Plus aucune vache n’avait pâturé les champs du hameau de Bouchanières depuis plus d’un demi-siècle. De cette époque révolue, il ne restait alors qu’un téléphérique désaffecté reliant les collines bucoliques à la commune de Guillaumes, dans la haute vallée du Var. Seuls quelques anciens retrouvaient dans leurs souvenirs de gamins, l’image de ces bidons de lait cru descendus par câble dans la vallée, jusqu’à la coopérative. Alors forcément, quand Julien Villon a débarqué en 2018 avec son projet de relancer l’élevage, les habitants ont fait les yeux ronds.
Parti de zéro, sans ferme ni diplôme, le trentenaire natif du village n’en démord pas: il va devenir vacher et faire remonter les troupeaux sur les estives abandonnées... Idéal fantasque ou courage pionnier? Le temps a tranché en faveur de l’éleveur. Le voilà propriétaire d’une quarantaine de vaches paissant paisiblement sur 80 hectares de prés. Élevé pour sa viande, le cheptel de la rustique race Aubrac, s’abrite désormais dans un hangar flambant neuf, érigé quasi exclusivement par le néofermier aux mains de maçon.
"Pour la fin d’année, il ne reste plus qu’à construire un petit magasin. Je ne fais que de la vente directe, en circuit court.

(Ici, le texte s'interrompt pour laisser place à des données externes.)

/** The server the browser tests talk to: a fresh demo seed in the throw-away database, then the real app. */
import { createDb, migrateLatest } from '../../../server/db';
import { isEmpty, seedDemo } from '../../../server/seed/demo';

const db = createDb(process.env.DATABASE_URL ?? '');
await migrateLatest(db);
if (await isEmpty(db)) await seedDemo(db);
await db.destroy();
await import('../../../server/index');
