import { expect, type Page } from '@playwright/test';

export const DEMO_PASSWORD = 'corewright-demo';
export const demo = {
  technician: 'tech@demo.corewright.test',
  supervisor: 'lead@demo.corewright.test',
  admin: 'admin@demo.corewright.test',
} as const;

/** The passphrase the browser tests give the tablet's vault. */
export const TABLET_PASSPHRASE = 'brass slate paper teal';

/**
 * Signs in. A technician lands on the Bench, which first asks for the tablet's passphrase
 * (set on first use, typed after a reload): the helper answers it.
 */
export async function signIn(page: Page, email: string, password = DEMO_PASSWORD): Promise<void> {
  await page.goto('/sign-in');
  await page.getByTestId('email').fill(email);
  await page.getByTestId('password').fill(password);
  await page.getByTestId('sign-in').click();
  await expect(page.getByTestId('user-menu').or(page.getByTestId('passphrase'))).toBeVisible();
  if (await page.getByTestId('passphrase').isVisible()) await answerVault(page);
  await expect(page.getByTestId('user-menu')).toBeVisible();
}

/** Sets up or unlocks the tablet's vault on the unlock page. */
export async function answerVault(page: Page, passphrase = TABLET_PASSPHRASE): Promise<void> {
  await page.getByTestId('passphrase').fill(passphrase);
  if (await page.getByTestId('passphrase-confirm').isVisible()) {
    await page.getByTestId('passphrase-confirm').fill(passphrase);
    await page.getByTestId('setup').click();
  } else await page.getByTestId('unlock').click();
}

/** Resolves once the service worker is active, so the next load can come from its cache. */
export async function serviceWorkerReady(page: Page): Promise<void> {
  await page.evaluate(async () => {
    const reg = await navigator.serviceWorker.ready;
    return reg.active?.state;
  });
}

export async function loadedFontFamilies(page: Page): Promise<string[]> {
  return page.evaluate(async () => {
    await document.fonts.ready;
    return [...document.fonts].filter((f) => f.status === 'loaded').map((f) => f.family.replace(/"/g, ''));
  });
}
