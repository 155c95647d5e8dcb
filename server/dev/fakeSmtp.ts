/**
 * A local fake SMTP server for development and tests: it accepts every message on
 * 127.0.0.1 and keeps it in memory, so the demo's invitations and the tests can read
 * what was "sent". Never started in production.
 */
import { simpleParser } from 'mailparser';
import { SMTPServer } from 'smtp-server';
import type { CapturedMail } from '../../shared/schemas/devMailbox';

export type { CapturedMail };

export interface FakeSmtp {
  port: number;
  messages: CapturedMail[];
  close(): Promise<void>;
}

export async function startFakeSmtp(port = 0, keep = 500): Promise<FakeSmtp> {
  const messages: CapturedMail[] = [];
  let next = 1;
  const server = new SMTPServer({
    authOptional: true,
    disabledCommands: ['STARTTLS', 'AUTH'],
    logger: false,
    onData(stream, _session, callback) {
      simpleParser(stream)
        .then((mail) => {
          const to = (Array.isArray(mail.to) ? mail.to : mail.to ? [mail.to] : []).flatMap((a) => a.value.map((v) => v.address ?? ''));
          messages.push({ id: next++, to, from: mail.from?.text ?? '', subject: mail.subject ?? '', text: mail.text ?? '', receivedAt: new Date().toISOString() });
          if (messages.length > keep) messages.shift();
          callback();
        })
        .catch((err: Error) => callback(err));
    },
  });
  await new Promise<void>((resolve, reject) => {
    server.once('error', reject);
    server.listen(port, '127.0.0.1', () => resolve());
  });
  const address = server.server.address();
  const actual = typeof address === 'object' && address ? address.port : port;
  return { port: actual, messages, close: () => new Promise((resolve) => server.close(() => resolve())) };
}
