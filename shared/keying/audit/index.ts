export { auditSystem, auditSystemWith } from './auditSystem';
export { defaultOpeningsThreshold } from './coreFindings';
export type { AuditContext } from './context';
export type { AuditFinders, CloseGroup } from './finders';
export { sortCloseGroups } from './finders';
export type { AuditCore, AuditFinding, AuditInput, AuditKey, FindingSeverity, KeyLevel } from './types';
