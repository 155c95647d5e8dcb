/**
 * A server process of the spec's own, so a test can stop it (the basement case: the server
 * is gone, not just the network) and start it again on the same port and database.
 */
import { spawn, type ChildProcess } from 'node:child_process';
import { createServer } from 'node:net';
import path from 'node:path';

const root = path.resolve(import.meta.dirname, '../../..');

async function freePort(): Promise<number> {
  return new Promise((resolve) => {
    const s = createServer();
    s.listen(0, '127.0.0.1', () => {
      const port = (s.address() as { port: number }).port;
      s.close(() => resolve(port));
    });
  });
}

export interface OwnServer {
  base: string;
  start(): Promise<void>;
  kill(): Promise<void>;
}

export async function ownServer(): Promise<OwnServer> {
  const port = await freePort();
  const base = `http://127.0.0.1:${port}`;
  let child: ChildProcess | null = null;
  const kill = async () => {
    if (!child || child.exitCode !== null) return;
    const exited = new Promise((r) => child!.once('exit', r));
    child.kill('SIGKILL');
    await exited;
    child = null;
  };
  process.once('exit', () => child?.kill('SIGKILL'));
  return {
    base,
    kill,
    async start() {
      await kill();
      child = spawn(process.execPath, ['--import', 'tsx', 'server/index.ts'], { cwd: root, env: { ...process.env, PORT: String(port), CW_SIGN_IN_ATTEMPTS: '50' }, stdio: 'ignore' });
      for (let i = 0; i < 120; i++) {
        if (await fetch(`${base}/api/health`).then((r) => r.ok).catch(() => false)) return;
        await new Promise((r) => setTimeout(r, 250));
      }
      throw new Error('the spec server did not start');
    },
  };
}
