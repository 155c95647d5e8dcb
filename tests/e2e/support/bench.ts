/** Drives the Bench with the keyboard only, as a foot pedal or page-turner would. */
import { expect, type Page } from '@playwright/test';

/** The kind of the part on screen, from its name ("Build-up wafer 1 of 2" → build-up-wafer). */
export function partKind(part: string): string {
  const p = part.toLowerCase();
  return p.includes('bottom') ? 'bottom-pin' : p.includes('master') ? 'master-wafer' : p.includes('build-up') ? 'build-up-wafer' : p.includes('top') ? 'top-pin' : p.includes('level') ? 'level-check' : p.includes('spring') ? 'springs' : p.includes('cap') ? 'caps' : 'other';
}

/** Presses Next (Space) until the Key check shows; returns how many steps it took. */
export async function loadWithKeys(page: Page, onStep: (kind: string) => Promise<void> = async () => {}): Promise<number> {
  for (let steps = 0; steps < 80; steps++) {
    if (await page.getByTestId('key-check').isVisible()) return steps;
    await onStep(partKind((await page.getByTestId('step-part').textContent()) ?? ''));
    await page.keyboard.press('Space');
    await expect(page.getByTestId('step-part').or(page.getByTestId('key-check'))).toBeVisible();
  }
  throw new Error('loading did not reach the key check');
}

/** Passes every key of the Key check with the P key. */
export async function passAll(page: Page, onKey: () => Promise<void> = async () => {}): Promise<void> {
  await expect(page.getByTestId('key-check')).toBeVisible();
  // read in one go inside the page: the card may go away between two separate reads
  const card = () => page.evaluate(() => document.querySelector('[data-test="key-check"]')?.textContent ?? 'gone');
  for (let i = 0; i < 10 && (await page.getByTestId('key-check').isVisible()); i++) {
    await onKey();
    const before = await card();
    await page.keyboard.press('p');
    await expect.poll(card).not.toBe(before);
  }
}

/** Loads, checks, caps and checks again: one core built and passed. */
export async function buildCore(page: Page): Promise<void> {
  await loadWithKeys(page);
  await passAll(page);
  await expect(page.getByTestId('step-part')).toContainText(/cap/i);
  await page.keyboard.press('Space');
  await passAll(page);
  await expect(page.getByTestId('done')).toBeVisible();
}
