import type { AuditContext } from './context';

/**
 * Which keys turn each core, without testing every key against every core. For each
 * chamber and depth we keep a bitset over the keys cut to that depth there; a core's
 * keys are then, word by word, the AND over chambers of the OR over its operating
 * depths. A word stops as soon as it is empty, which in a real system is most of them
 * after a chamber or two. Cost: cores × words × (a few chambers), words = keys / 32.
 *
 * Plug breaks sit exactly at the operating depths (pinCore keeps a two-wafer seam above
 * every reachable depth), so depth membership is the same test keyOperates makes.
 */
export function keysTurningIndexed(ctx: AuditContext): number[][] {
  const { profile, validKeys, depths, pinnings } = ctx;
  const chambers = profile.chambers;
  const span = profile.maxDepth + 1;
  const words = (validKeys.length + 31) >>> 5;
  const bits = new Uint32Array(chambers * span * words);
  validKeys.forEach((k, slot) => {
    const key = depths[k] as number[];
    const word = slot >>> 5;
    const bit = 1 << (slot & 31);
    for (let i = 0; i < chambers; i++) {
      const at = (i * span + (key[i] as number)) * words + word;
      bits[at] = (bits[at] as number) | bit;
    }
  });

  // Row offsets per chamber for the core at hand, reused to avoid allocating per core.
  const rows: number[][] = Array.from({ length: chambers }, () => []);
  return pinnings.map((pinning) => {
    const out: number[] = [];
    if (pinning.chambers.length !== chambers) return out;
    for (let i = 0; i < chambers; i++) {
      const row = rows[i] as number[];
      row.length = 0;
      for (const d of (pinning.chambers[i] as { depths: number[] }).depths) row.push((i * span + d) * words);
    }
    for (let w = 0; w < words; w++) {
      let acc = 0xffffffff;
      for (let i = 0; i < chambers && acc !== 0; i++) {
        let any = 0;
        for (const base of rows[i] as number[]) any |= bits[base + w] as number;
        acc &= any;
      }
      while (acc !== 0) {
        const low = acc & -acc;
        out.push(validKeys[(w << 5) + 31 - Math.clz32(low)] as number);
        acc ^= low;
      }
    }
    return out;
  });
}
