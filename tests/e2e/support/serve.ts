/** The server the browser tests talk to: a fresh demo seed in the throw-away database, then the real app. */
import { createDb, migrateLatest } from '../../../server/db';
import { isEmpty, seedDemo } from '../../../server/seed/demo';
import { loadConfig } from '../../../server/config';
import { createSealer } from '../../../server/services/secrets';

const db = createDb(process.env.DATABASE_URL ?? '');
await migrateLatest(db);
if (await isEmpty(db)) await seedDemo(db, createSealer(loadConfig().dataKey));
process.env.CW_FAKE_SMTP = '1';
await db.destroy();
await import('../../../server/index');
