// The password form of a one-time link (an invitation, a reset): the token comes from the
// address, and the schema checks it together with the two passwords.
import type { z } from 'zod';
import { parseForm, problemToFailure } from '../forms';
import { setPasswordSchema } from '../../schemas/auth';

export async function passwordFormAction<R>(request: Request, token: string, work: (input: z.output<typeof setPasswordSchema>) => Promise<R>) {
	const form = await request.formData();
	form.set('token', token);
	const parsed = parseForm(setPasswordSchema, form);
	if (!parsed.ok) return parsed.failure;
	try {
		return await work(parsed.data);
	} catch (e) {
		return problemToFailure(e, form);
	}
}
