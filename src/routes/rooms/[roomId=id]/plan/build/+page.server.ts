import { authorize } from '$lib/server/auth/access';
import { db } from '$lib/server/db';
import { formFail, parseForm } from '$lib/server/forms';
import { getProject } from '$lib/server/queries/projects';
import { loadPlanView } from '$lib/server/plans/load';
import { addStock, removeStock, savePlanSettings } from '$lib/server/plans/service';
import { planChange } from '$lib/server/plans/actions';
import { planUnit } from '$lib/server/plans/units';
import { missingStock, separateParts } from '$lib/plans/build';
import { idFieldSchema, planSettingsSchema, stockFormSchema } from '$lib/schemas/treatment';
import { roleAllows } from '$lib/roles';
import type { Actions, PageServerLoad } from './$types';

export const load = (async ({ locals, params, url }) => {
	const roomId = Number(params.roomId);
	const scope = await authorize(locals, 'project:internal', { roomId });
	const k = db();
	const view = await loadPlanView(k, roomId, scope.organizationId);
	const project = (await getProject(k, view.room.projectId))!;
	return {
		project: { id: project.id, name: project.name },
		room: view.room,
		plan: view.plan,
		builds: view.builds,
		buildErrors: view.buildErrors,
		designs: view.evaluation.items.map((i) => ({ id: i.id, diffuser: i.diffuser })),
		separate: separateParts(view.builds),
		missing: missingStock(view.builds, view.plan.stock),
		cut: view.cut,
		cost: view.cost,
		unit: planUnit(url.searchParams, scope),
		can: { edit: roleAllows(scope.role, 'review:write') }
	};
}) satisfies PageServerLoad;

export const actions = {
	addStock: async ({ locals, params, request }) => {
		const roomId = Number(params.roomId);
		const scope = await authorize(locals, 'review:write', { roomId });
		const form = await request.formData();
		const parsed = parseForm(stockFormSchema(planUnit(form, scope)), form);
		if (!parsed.ok) return parsed.failure;
		return planChange(form, () => addStock(scope, roomId, parsed.data), 'stock');
	},

	removeStock: async ({ locals, params, request }) => {
		const roomId = Number(params.roomId);
		const scope = await authorize(locals, 'review:write', { roomId });
		const form = await request.formData();
		const parsed = idFieldSchema('stockId').safeParse(Object.fromEntries(form));
		if (!parsed.success) return formFail(400, form, 'Say which sheet to remove.');
		return planChange(form, () => removeStock(scope, roomId, parsed.data.stockId as number), 'stock-removed');
	},

	saveKerf: async ({ locals, params, request }) => {
		const roomId = Number(params.roomId);
		const scope = await authorize(locals, 'review:write', { roomId });
		const form = await request.formData();
		const parsed = parseForm(planSettingsSchema(planUnit(form, scope)).pick({ kerfMm: true }), form);
		if (!parsed.ok) return parsed.failure;
		return planChange(form, () => savePlanSettings(scope, roomId, parsed.data), 'kerf');
	}
} satisfies Actions;
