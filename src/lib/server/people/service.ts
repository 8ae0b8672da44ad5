// People: an organization's members and invitations, joining by invitation, resetting a
// password, and a user's own preferences. Changes run in one transaction with their audit
// record and the mail they send.
import type { z } from 'zod';
import { audit } from '../audit';
import { config } from '../config';
import { db } from '../db';
import { enqueueMail } from '../mail';
import { invitationMail, passwordResetMail } from '../messages';
import { conflict, invalid, notFound, Problem } from '../problem';
import { transaction } from '../transaction';
import { hashPassword } from '../auth/password';
import { clearBucket, takeAttempts } from '../auth/rate-limit';
import { raiseSessionVersion } from '../queries/auth-sessions';
import { formatWait } from '../../format';
import type { Scope, SessionUser } from '../auth/access';
import { getOrganization } from '../queries/organizations';
import { addMembership, countAdmins, findMemberByEmail, listMembers, lockMemberRole, removeMembership, setRole } from '../queries/members';
import { addProjectClient, isProjectOf, listProjectNames } from '../queries/projects';
import { claimInvitation, claimPasswordReset, createInvitation, createPasswordReset, findUsableInvitation, findUsableReset, listPendingInvitations } from '../queries/tokens';
import { createUser, findAccount, getUser, setPasswordHash, setUnitSystem } from '../queries/users';
import type { invitationSchema, roleChangeSchema } from '../../schemas/projects';

type InvitationInput = z.output<typeof invitationSchema>;
type RoleChange = z.output<typeof roleChangeSchema>;

const linkTo = (path: string) => `${config().PUBLIC_BASE_URL}${path}`;

/** What the people page shows: members, open invitations, and the projects a client can be invited to. */
export async function organizationOverview(organizationId: number) {
	const k = db();
	const [organization, members, invitations, projects] = await Promise.all([
		getOrganization(k, organizationId),
		listMembers(k, organizationId),
		listPendingInvitations(k, organizationId),
		listProjectNames(k, organizationId)
	]);
	return { organization: organization!, members, invitations, projects };
}

/** Invite someone by e-mail: the invitation, its mail and the audit record in one transaction. */
export async function invite(scope: Scope, input: InvitationInput): Promise<void> {
	await transaction(async (trx) => {
		if (input.projectId !== null && !(await isProjectOf(trx, input.projectId, scope.organizationId))) {
			throw invalid('Pick a project of this organization.', 'projectId');
		}
		// A member may still be invited as a client, to give them a project to see.
		if ((await findMemberByEmail(trx, scope.organizationId, input.email)) && input.role !== 'client') {
			throw conflict('That person is already a member of this organization.', { field: 'email' });
		}
		const organization = (await getOrganization(trx, scope.organizationId))!;
		const { id, token } = await createInvitation(trx, { organizationId: scope.organizationId, ...input, invitedBy: scope.user.id });
		const mail = invitationMail({ organizationName: organization.name, role: input.role, inviterName: scope.user.name, link: linkTo(`/invitation/${token}`) });
		await enqueueMail(trx, { to: input.email, kind: 'invitation', ...mail });
		await audit(trx, scope, 'invitation.created', 'invitation', id, { email: input.email, role: input.role });
	});
}

/** Change a member's role; the organization keeps at least one admin. */
export async function changeRole(scope: Scope, input: RoleChange): Promise<void> {
	await transaction(async (trx) => {
		const current = await lockMemberRole(trx, scope.organizationId, input.userId);
		if (!current) throw notFound('That person is not a member.');
		if (current === 'admin' && input.role !== 'admin' && (await countAdmins(trx, scope.organizationId)) <= 1) {
			throw conflict('An organization needs at least one admin.');
		}
		await setRole(trx, scope.organizationId, input.userId, input.role);
		await audit(trx, scope, 'membership.role_changed', 'user', input.userId, { from: current, to: input.role });
	});
}

/**
 * Remove someone from the organization: the membership, their client access to its projects,
 * and every session they have (it ends at once, on every server). The organization keeps at
 * least one admin.
 */
export async function removeMember(scope: Scope, userId: number): Promise<void> {
	await transaction(async (trx) => {
		const current = await lockMemberRole(trx, scope.organizationId, userId);
		if (!current) throw notFound('That person is not a member.');
		if (current === 'admin' && (await countAdmins(trx, scope.organizationId)) <= 1) {
			throw conflict('An organization needs at least one admin.');
		}
		await removeMembership(trx, scope.organizationId, userId);
		await raiseSessionVersion(trx, userId);
		await audit(trx, scope, 'membership.removed', 'user', userId, { role: current });
	});
}

export function usableInvitation(token: string) {
	return findUsableInvitation(db(), token);
}

/**
 * Accept an invitation: mark it used (once, even under concurrent requests), create the account
 * or set its new password, add the membership and, for a client, the project. The new user's
 * id, or null when the invitation was used or has expired.
 */
export async function acceptInvitation(token: string, input: { name?: string; password: string }): Promise<number | null> {
	return transaction(async (trx) => {
		const inv = await claimInvitation(trx, token);
		if (!inv) return null;
		const existing = await findAccount(trx, inv.email);
		if (!existing && !input.name) throw invalid('Enter your name.', 'name');
		const passwordHash = await hashPassword(input.password);
		const userId = existing?.id ?? (await createUser(trx, { email: inv.email, name: input.name ?? '', passwordHash }));
		if (existing) await setPasswordHash(trx, userId, passwordHash);
		await addMembership(trx, { userId, organizationId: inv.organizationId, role: inv.role });
		if (inv.projectId !== null) await addProjectClient(trx, inv.projectId, userId);
		await audit(trx, { organizationId: null, user: { id: userId } }, 'invitation.accepted', 'user', userId);
		return userId;
	});
}

/**
 * Mail a reset link if the address has an account; the caller answers the same either way.
 * Limited per address asked for (known or not) and per address asking, counted before anything
 * is looked up, so a flood of requests sends a few mails and says nothing about accounts.
 */
export async function requestPasswordReset(email: string, from: string): Promise<void> {
	const verdict = await takeAttempts(db(), [
		{ name: 'resetAccount', who: email },
		{ name: 'resetAddress', who: from }
	]);
	if (!verdict.allowed) {
		throw new Problem(429, `Too many reset requests. Try again in ${formatWait(verdict.retryAfterMs)}; a link already sent still works.`, { code: 'rate_limited' });
	}
	await transaction(async (trx) => {
		const user = await findAccount(trx, email);
		if (!user) return;
		const token = await createPasswordReset(trx, user.id);
		await enqueueMail(trx, { to: user.email, kind: 'password-reset', ...passwordResetMail({ link: linkTo(`/password/reset/${token}`) }) });
	});
}

export function usableReset(token: string) {
	return findUsableReset(db(), token);
}

/**
 * Set a new password with a reset token; false when the token was used or has expired. Every
 * session of the account ends, and its sign-in lockout is lifted (the mailbox is proven).
 */
export async function resetPassword(token: string, password: string): Promise<boolean> {
	const passwordHash = await hashPassword(password);
	const email = await transaction(async (trx) => {
		const userId = await claimPasswordReset(trx, token);
		if (userId === null) return null;
		await setPasswordHash(trx, userId, passwordHash);
		await audit(trx, { organizationId: null, user: { id: userId } }, 'password.reset', 'user', userId);
		return (await getUser(trx, userId))!.email;
	});
	if (email === null) return false;
	await clearBucket(db(), 'signInAccount', email);
	return true;
}

export async function savePreferences(user: SessionUser, prefs: { unitSystem: SessionUser['unitSystem'] }): Promise<void> {
	await setUnitSystem(db(), user.id, prefs.unitSystem);
}
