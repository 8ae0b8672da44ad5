import { json } from '@sveltejs/kit';
import { authorize } from '$lib/server/auth/access';
import { answer } from '$lib/server/api';
import { storedAnalysis } from '$lib/server/captures/read';
import { analysisEntityTag, matchesTag } from '$lib/server/captures/analysis-tag';
import type { RequestHandler } from './$types';

/**
 * The whole stored result of a capture: metrics, warnings and chart curves. It changes only when
 * the capture is analysed again, so it carries an entity tag and a browser revalidates each time
 * (private, no-cache): an unchanged result is answered 304 without being read.
 */
export const GET: RequestHandler = async ({ locals, params, request }) =>
	answer(async () => {
		const captureId = Number(params.captureId);
		await authorize(locals, 'project:internal', { captureId });
		const tag = await analysisEntityTag(captureId);
		const headers: Record<string, string> = tag ? { etag: tag, 'cache-control': 'private, no-cache' } : {};
		if (tag && matchesTag(request.headers.get('if-none-match'), tag)) return new Response(null, { status: 304, headers });
		return json(await storedAnalysis(captureId), { headers });
	});
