import { json } from '@sveltejs/kit';
import { authorize } from '$lib/server/auth/access';
import { answer } from '$lib/server/api';
import { rerunCapture } from '$lib/server/captures/service';
import type { RequestHandler } from './$types';

/** Queue the capture's analysis again; 409 while it is still being uploaded or analysed. */
export const POST: RequestHandler = async ({ locals, params }) =>
	answer(async () => {
		const captureId = Number(params.captureId);
		const scope = await authorize(locals, 'capture:write', { captureId });
		await rerunCapture(scope, captureId);
		return json({ queued: 1 }, { status: 202 });
	});
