import { error, json } from '@sveltejs/kit';
import { authorize } from '$lib/server/auth/access';
import { db } from '$lib/server/db';
import type { RequestHandler } from './$types';

/** The whole stored result of a capture: metrics, warnings and chart curves. */
export const GET: RequestHandler = async ({ locals, params }) => {
	const captureId = Number(params.captureId);
	await authorize(locals, 'project:internal', { captureId });
	const row = await db()('analyses').where({ capture_id: captureId }).first();
	if (!row) error(404, 'This capture has no analysis yet.');
	const parse = (v: unknown) => (typeof v === 'string' ? JSON.parse(v) : v);
	return json({ engineVersion: row.engine_version, metrics: parse(row.metrics), warnings: parse(row.warnings), curves: parse(row.curves) });
};
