import { afterAll, beforeAll, describe, expect, it } from 'vitest';
import type { Knex } from 'knex';
import { testDb } from '../helpers/db';
import { makeOrganization, makeProjectTree, makeUser, TEST_PASSWORD, type ProjectTree } from '../helpers/factories';
import { Client, signedInClient } from '../helpers/http';
import { inspectPdf, requirePoppler } from '../unit/reports/helpers/poppler';

// Treatment plans through the running app: who may see and change them, bad input refused with
// the reason and nothing written, plans reaching the client only through a published report.
let k: Knex;
let org: number;
let tree: ProjectTree;
let otherTree: ProjectTree;
let consultant: Client;
let acoustician: Client;
let client: Client;
let stranger: Client;
let treatedSessionId: number;

beforeAll(async () => {
	k = testDb();
	org = await makeOrganization(k);
	const clientUser = await makeUser(k, org, 'client');
	tree = await makeProjectTree(k, org, clientUser.id);
	[treatedSessionId] = await k('sessions').insert({ room_id: tree.roomId, condition_label: 'after treatment', measured_on: '2026-11-20' });
	const otherOrg = await makeOrganization(k);
	otherTree = await makeProjectTree(k, otherOrg);
	consultant = await signedInClient((await makeUser(k, org, 'consultant')).email, TEST_PASSWORD);
	acoustician = await signedInClient((await makeUser(k, org, 'acoustician')).email, TEST_PASSWORD);
	client = await signedInClient(clientUser.email, TEST_PASSWORD);
	stranger = await signedInClient((await makeUser(k, otherOrg, 'consultant')).email, TEST_PASSWORD);
});
afterAll(async () => k.destroy());

const planOf = (roomId: number) => k('treatment_plans').where({ room_id: roomId }).first();
const itemsOf = async (roomId: number) => {
	const plan = await planOf(roomId);
	return plan ? k('treatment_items').where({ plan_id: plan.id }).orderBy('id') : [];
};
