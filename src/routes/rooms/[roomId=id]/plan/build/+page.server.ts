import { authorize } from '$lib/server/auth/access';
import { loadPlanPage } from '$lib/server/plans/load';
import * as plans from '$lib/server/plans/service';
import { planChange, planRemoval } from '$lib/server/plans/actions';
import { inFormUnit, planUnit } from '$lib/server/plans/units';
import { missingStock, separateParts } from '$lib/plans/build';
import { planSettingsSchema, sawLimitFormSchema, stockFormSchema } from '$lib/schemas/treatment';
import { roleAllows } from '$lib/roles';
import type { Actions, PageServerLoad } from './$types';

export const load = (async ({ locals, params, url }) => {
	const roomId = Number(params.roomId);
	const scope = await authorize(locals, 'project:internal', { roomId });
	const { project, view } = await loadPlanPage(scope, roomId);
	return {
		project,
		room: view.room,
		plan: view.plan,
		builds: view.builds,
		buildErrors: view.buildErrors,
		designs: view.evaluation.items.map((i) => ({ id: i.id, diffuser: i.diffuser })),
		separate: separateParts(view.builds),
		missing: missingStock(view.builds, view.plan.stock),
		cut: view.cut,
		cost: view.cost,
		unit: planUnit(url.searchParams, scope),
		can: { edit: roleAllows(scope.role, 'review:write') }
	};
}) satisfies PageServerLoad;

export const actions = {
	addStock: async ({ locals, params, request }) => {
		const roomId = Number(params.roomId);
		const scope = await authorize(locals, 'review:write', { roomId });
		return planChange(request, inFormUnit(scope, stockFormSchema), 'stock', (input) => plans.addStock(scope, roomId, input));
	},

	removeStock: async ({ locals, params, request }) => {
		const roomId = Number(params.roomId);
		const scope = await authorize(locals, 'review:write', { roomId });
		return planRemoval(request, 'stock-removed', 'stockId', 'Say which sheet to remove.', (id) => plans.removeStock(scope, roomId, id));
	},

	saveKerf: async ({ locals, params, request }) => {
		const roomId = Number(params.roomId);
		const scope = await authorize(locals, 'review:write', { roomId });
		const schema = inFormUnit(scope, (unit) => planSettingsSchema(unit).pick({ kerfMm: true }));
		return planChange(request, schema, 'kerf', (input) => plans.savePlanSettings(scope, roomId, input));
	},

	saveSawLimit: async ({ locals, params, request }) => {
		const roomId = Number(params.roomId);
		const scope = await authorize(locals, 'review:write', { roomId });
		return planChange(request, inFormUnit(scope, sawLimitFormSchema), 'saw', (input) => plans.savePlanSettings(scope, roomId, input));
	}
} satisfies Actions;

Ça serait donc la vitrine de l’exploitation", se réjouit l’autodidacte.
"La montagne a retrouvé les paysages du siècle dernier"
"Mais tout ça, c’était loin d’être gagné", poursuit-il d’un air bonnard avant de retracer son parcours du combattant: "Je travaillais pour les routes du Département puis j’ai voulu donner un sens nouveau à ma vie. Quand j’étais petit, mes grands-parents élevaient des chèvres à Bouchanières et je trouvais qu’il y avait un potentiel inexploité depuis la disparition des derniers troupeaux."
La bonne intuition ne suffira pas à convaincre les vieilles familles, hésitant à louer (et encore plus à vendre) leurs champs. Du moins, jusqu’à ce que les vaches usent assez leur première colline, lui redonnant son vieux visage familier, blondeur d’estive étouffée jusqu’alors de broussailles et de bosquets. "La montagne a retrouvé les paysages du siècle dernier. En faisant place nette, les bêtes ont restitué cette vue aux anciens. Je pense que certains ont été émus de retrouver les vaches de leur enfance... et aussi le vrai goût d’une viande produite sans OGM [1]", se réjouit le Guillaumois.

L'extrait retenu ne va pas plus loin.